Each year there are hundreds of complaints from Muslims who are victims of discrimination and acts of violence motivated by anti-Islamic bias across the United States. A recent survey reveals that more than half of Muslim Americans say government anti-terrorism policies single them out for increased surveillance and monitoring, and many report increased harassment at the hands of the police or airport security staff and others.

This reinforces the findings of another major poll last year that found almost half of Americans admit to feeling prejudice toward Muslims -- more than twice the number who say the same about Christians, Jews or Buddhists.

Media must take a share of the blame in helping to frame this malign public mood.

In the years after September 11 media provided almost exclusively negative coverage of Muslim affairs, repeatedly linking Muslim culture to “violent fundamentalism.” In addition, a lack of accurate information and resources on the Islamic faith has nourished dangerous stereotypes in the public mind. Journalists have provided a platform for unscrupulous politicians of the Tea-Party right and beyond as well as bigoted religious figures.

No story better demonstrates the capacity of media to reinforce public prejudice than the extraordinary tale of the “Ground Zero Mosque.” Over the past year the question should Muslims be allowed to build a mosque at Ground Zero provoked a controversy that made headlines across America and beyond.

But in fact merely posing the question is an act of deliberate distortion. The plans to build a Community Center at Park51 in Lower Manhattan will occupy not an inch of the massive area on which the Twin Towers stood. It is more than two blocks away. And it is not even a purpose-built mosque, but a community centre housing a swimming pool, a basketball court, a  library, day-care facility, restaurant and cooking school – and, yes, a prayer centre.

However, the banal realities of this story – a private organisation seeking to demolish an911colourbook2old factory on land it legally owns as part of a plan supported by 29 out of 30 lower Manhattan council leaders – were sidelined by journalists whose extensive coverage of small local protests stirred fresh hatred at home and abroad.

In September 2010 the story went global when media pumped up publicity-seeking fundamentalist Pastor Terry Jones, an unknown Christian bigot from the backwoods of Florida, who planned to publicly burn a copy of the Koran in protest over the “ground Zero Mosque”.

Overblown media coverage of this isolated provocation – later blamed on “silly season” sensationalism –resulted in international outrage and pleas from world leaders to cancel the event.  In early September 2010, Jones duly cancelled his plan to burn the Koran but by then the media attention had sparked protests in the Middle East and Asia, in which a total of 20 people were killed.

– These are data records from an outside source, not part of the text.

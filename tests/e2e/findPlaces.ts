/** Every page that a person of the demo can open, with the heading that it has to show. */
import { createDb, inWorkshop } from '@/db/createDb';
import { demoPeople, demoWorkshops, type DemoPersonKey } from '@/db/seeds/demoPeople';

export interface Place {
  path: string;
  heading: string | RegExp;
  /** true where the page is not the same for everybody */
  own?: boolean;
  /** true where another page of the list is made of the same parts */
  again?: boolean;
  /** name of its picture in the documentation */
  picture?: string;
}

/** All places, and one page of each kind below them; pages that only some roles have are left out for the others. */
export async function findPlaces(ownerUrl: string, who: DemoPersonKey): Promise<Place[]> {
  const db = createDb(ownerUrl, { connections: 1 });
  try {
    return await inWorkshop(db, demoWorkshops.first.id, async (tx) => {
      const runs = await tx
        .selectFrom('runs')
        .innerJoin('machines', 'machines.id', 'runs.machine')
        .innerJoin('run_heads', 'run_heads.run', 'runs.id')
        .select(['runs.id', 'runs.state', 'runs.restorer', 'machines.id as machine', 'machines.name', 'machines.serial', 'run_heads.hold_entry as hold'])
        .orderBy('runs.started_at', 'asc')
        .execute();
      const one = (state: string) => runs.find((run) => run.state === state) ?? wanted(state);
      const records = ['accepted', 'returned', 'submitted', 'closed'].map((state) => ({ path: `/records/${one(state).id}`, heading: /^(Supply|Fault|Stopped|Referred)/, ...(state === 'submitted' ? { own: true } : {}), ...(state === 'returned' || state === 'closed' ? { again: true } : {}), ...(state === 'accepted' ? { picture: 'record' } : {}) }));
      const open = runs.filter((run) => run.state === 'open' && run.restorer !== demoPeople[who].id);
      const others = [open.find((run) => run.hold !== null), open.find((run) => run.hold === null)].filter((run) => run !== undefined);
      return [
        { path: '/bench', heading: 'Bench', own: true },
        // a senior countersigns what waits; a restorer's own run is led on in tests of its own
        ...others.map((run) => ({ path: `/bench/${run.id}`, heading: run.hold !== null && who === 'senior' ? /^Countersign wanted/ : `${run.name}, serial ${run.serial}`, own: true })),
        { path: '/trees', heading: 'Fault trees', picture: 'trees' },
        { path: '/trees/first-power', heading: 'Dormant three-rail supply: first power', picture: 'tree' },
        { path: '/machines', heading: 'Machines', picture: 'machines' },
        { path: `/machines/${one('accepted').machine}`, heading: /Corvane 12/, picture: 'machine' },
        { path: '/records', heading: 'Records', picture: 'records' },
        ...records,
        { path: '/workings', heading: 'Workings' },
        { path: '/workings/series-lamp', heading: /lamp/i, picture: 'workings' },
        { path: '/workings/smoothing-ripple', heading: 'Smoothing ripple' },
        { path: '/workings/lost-return', heading: 'Lost return', picture: 'lost-return' },
        // a link with a fault in it
        { path: '/workings/bleed-down?volts=1,234', heading: 'Bleed-down' },
        { path: '/workshop', heading: demoWorkshops.first.name, picture: 'workshop' },
        { path: '/workshop/instruments', heading: 'Instruments' },
        { path: '/workshop/people', heading: 'People and roles' },
        { path: '/workshop/account', heading: 'My account' },
        { path: '/workshop/settings', heading: 'Settings of the workshop' },
        { path: '/nowhere', heading: 'No such page' },
      ];
    });
  } finally {
    await db.destroy();
  }
}

function wanted(state: string): never {
  throw new Error(`the demo has no ${state} run`);
}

Jones retreated into obscurity and there was little coverage of his actions in March this year when he belatedly followed through on his threat to burn a Koran. But by then the story had cooled and the damage had been done.

Nor has much been said since about the “ground Zero Mosque,” or to be precise the Centre at Park51, which more accurately describes its geography. The project will finally get off the ground following a decision of the New York State Supreme Court in July which threw out a last legal challenge by opponents.

As the world’s media travel to New York to focus attention on ceremonies to honour the victims of the world’s worst terrorist attack, they might consider how for millions of American Muslims the consequences of that dreadful September day are still being felt.

In this year of extraordinary events, media would do well to recall the first days of the Arab Spring and its many powerful images of Arab unity and none of them more memorable than when Coptic Christians in Cairo’s Tahrir Square held hands around Muslims during Friday prayers, to protect them from surprise attack.

In the same spirit all Americans, including journalists and people of faith and non-faith alike, will need to join hands to rekindle commitment to pluralism and First Amendment values to keep Muslim citizens safe and to avoid the devastating consequences of rising prejudice.